== SUPPLIED ENTRIES ==
TEST_CASE("the shared bad-input samples under tests/data/csv") {
  struct Case {
    std::string file;
    std::vector<std::string> messages;  // after the path
    std::size_t bearings;
  };
  const std::vector<Case> cases = {
      {"bad_lat.csv", {":4:3: lat 95.2 is outside [-90, 90]"}, 3},
      {"bad_bearing.csv",
       {":3:5: bearing_deg 'abc' is not a number", ":5:5: bearing_deg 361 is outside [0, 360]"},
       2},
      {"bad_sigma.csv", {":2:6: sigma_deg 0 must be > 0"}, 3},
      {"bad_time.csv",
       {":2:1: time '2026-13-01T10:00:00Z' is not a valid ISO 8601 time: month 13 is outside "
        "1..12",
        ":4:1: time '2026-06-01T10:04:10' has no zone: add Z for UTC or an offset like +02:00"},
       2},
      {"bad_fields.csv", {":3: row has 5 fields, the header has 6"}, 3},
  };
  for (const Case& c : cases) {
    const std::string path = lobfix_test::data_path("csv/" + c.file);
    INFO(path);
    const auto r = lobfix::read_bearings_csv_file(path);
    std::vector<std::string> expected;
    for (const auto& m : c.messages)
      expected.push_back(path + m);
    CHECK(messages(r.row_errors) == join(expected));
    CHECK(r.bearings.size() == c.bearings);
    CHECK(r.rows_read == 4);
  }

  const std::string missing = lobfix_test::data_path("csv/missing_column.csv");
  try {
    lobfix::read_bearings_csv_file(missing);
    FAIL("no InputError");
  } catch (const lobfix::InputError& e) {
    CHECK(e.diagnostic().to_string() == missing + ":1: missing required column 'lon'");
  }

  const std::string no_sigma = lobfix_test::data_path("csv/no_sigma.csv");
  try {
    lobfix::read_bearings_csv_file(no_sigma);
    FAIL("no InputError");
  } catch (const lobfix::InputError& e) {
    CHECK(e.diagnostic().to_string() ==
          no_sigma + ":1: missing required column 'sigma_deg' (or give --sigma-deg)");
  }
  const auto r = lobfix::read_bearings_csv_file(no_sigma, sigma(2.0));
  CHECK(r.bearings.size() == 4);
  CHECK(r.row_errors.empty());
}

TEST_CASE("many rows") {
  // 20,000 generated rows: every one is read, in order, with its own line.
  std::string text = kHeader;
  const int n = 20000;
  for (int i = 0; i < n; ++i) {
    text += "2026-06-01T10:00:00.5Z,\"walker, " + std::to_string(i % 7) + "\"," +
            std::to_string(-31.0 - i * 1e-5) + ",146.5," + std::to_string(i % 360) + ",2,,,\n";
  }
  const auto r = read(text);
  CHECK(r.row_errors.empty());
  REQUIRE(r.bearings.size() == static_cast<std::size_t>(n));
  CHECK(r.bearings.back().source.line == n + 1);
  CHECK(r.bearings.back().azimuth_deg == static_cast<double>((n - 1) % 360));
  CHECK(r.bearings.back().station == "walker, " + std::to_string((n - 1) % 7));
}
===
EXERCISE OBJECTIVE |
Copy out each line of the data above, exactly, if it lies between the line holding "lobfix::read_bearings_csv_file(no_sigma);" and the line holding "std::to_string(i % 7)", inclusive; copy no other line.

TASK SOLUTION |
    lobfix::read_bearings_csv_file(no_sigma);
    FAIL("no InputError");
  } catch (const lobfix::InputError& e) {
    CHECK(e.diagnostic().to_string() ==
          no_sigma + ":1: missing required column 'sigma_deg' (or give --sigma-deg)");
  }
  const auto r = lobfix::read_bearings_csv_file(no_sigma, sigma(2.0));
  CHECK(r.bearings.size() == 4);
  CHECK(r.row_errors.empty());
}

TEST_CASE("many rows") {
  // 20,000 generated rows: every one is read, in order, with its own line.
  std::string text = kHeader;
  const int n = 20000;
  for (int i = 0; i < n; ++i) {
    text += "2026-06-01T10:00:00.5Z,\"walker, " + std::to_string(i % 7) + "\"," +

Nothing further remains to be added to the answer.